< link rel='alternate' type='application/rss+xml' title='Where the Long Tail Ends' href='http://feeds.feedburner.com/WhereTheLongTailEnds'>

Everything Bad is Good For You

Everything Bad is Good For You

With the difficulty in modern literature finding an audience, it is no wonder that classic literature is having an even more difficult time connecting with readers. Results from marketing research performed by Orion Group publishing were “near-unanimous” in revealing that people thought classic literature to be “long, slow and repetitive” and “many respondents admitted to having an interest in the stories when they had come upon them in another way, like watching a TV adaptation or film that brought alive the story and characters.”

This lead to Orion to consider publishing condensed versions of classic literature:

“Literally, life is too short.
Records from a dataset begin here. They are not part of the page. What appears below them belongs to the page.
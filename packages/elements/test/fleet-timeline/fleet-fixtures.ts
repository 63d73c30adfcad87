// Fleet fixtures built by the SDK: the VESPER example fleet (packages/sdk/examples/fleet, invented)
// planned with planFleet (in the JSON form the element takes, fleetPlanToJson), and a variant in which one satellite loses its passes of the first four days.
import { type FleetDocument, type FleetPlanJson, fleetPlanToJson, planFleet } from '@tauline/sdk/fleet';

const EXAMPLE = '/packages/sdk/examples/fleet/vesper-constellation.json';

let cached: FleetDocument | null = null;

/** The example fleet document (a fresh copy each call). */
export async function vesperFleet(): Promise<FleetDocument> {
  if (!cached) {
    const response = await fetch(EXAMPLE);
    cached = (await response.json()) as FleetDocument;
  }
  return structuredClone(cached);
}

/** The example fleet and its plan (every satellite held). */
export async function heldFleet(): Promise<{ fleet: FleetDocument; plan: FleetPlanJson }> {
  const fleet = await vesperFleet();
  return { fleet, plan: fleetPlanToJson(planFleet(fleet)) };
}

/** VESPER-3 keeps only the passes from its ninth on: too few passes, so the plan cannot hold it. */
export async function strandedFleet(): Promise<{ fleet: FleetDocument; plan: FleetPlanJson }> {
  const fleet = await vesperFleet();
  const sat = fleet.satellites[2]!;
  sat.passes = (sat.passes ?? []).slice(8);
  return { fleet, plan: fleetPlanToJson(planFleet(fleet)) };
}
Once you get to a certain place in your life, you realize that there is a finite number of books you’re going to be able to read,” [Malcom] Edwards [of Orion] says. He admits to “bouncing off” Moby Dick several times, even though the whaling, the quest and the biblical aspects of the book all sound appealing. Would he have had more success with a shorter, snappier version?

The condensing of classic literature can be seen as a beginning. How long will it be until modern literature is viewed as being slow or repetitive? Already English teachers are using film at some point “as a replacement for a long text, or as a supplement to a written text or thematic unit.” How long before teachers exclusively use movies as an alternative experience of the text, especially when taking into account the finite amount of classes and the seemingly infinite amount of available material? How long before the idea of the text becomes just as important – if not more – as the text itself?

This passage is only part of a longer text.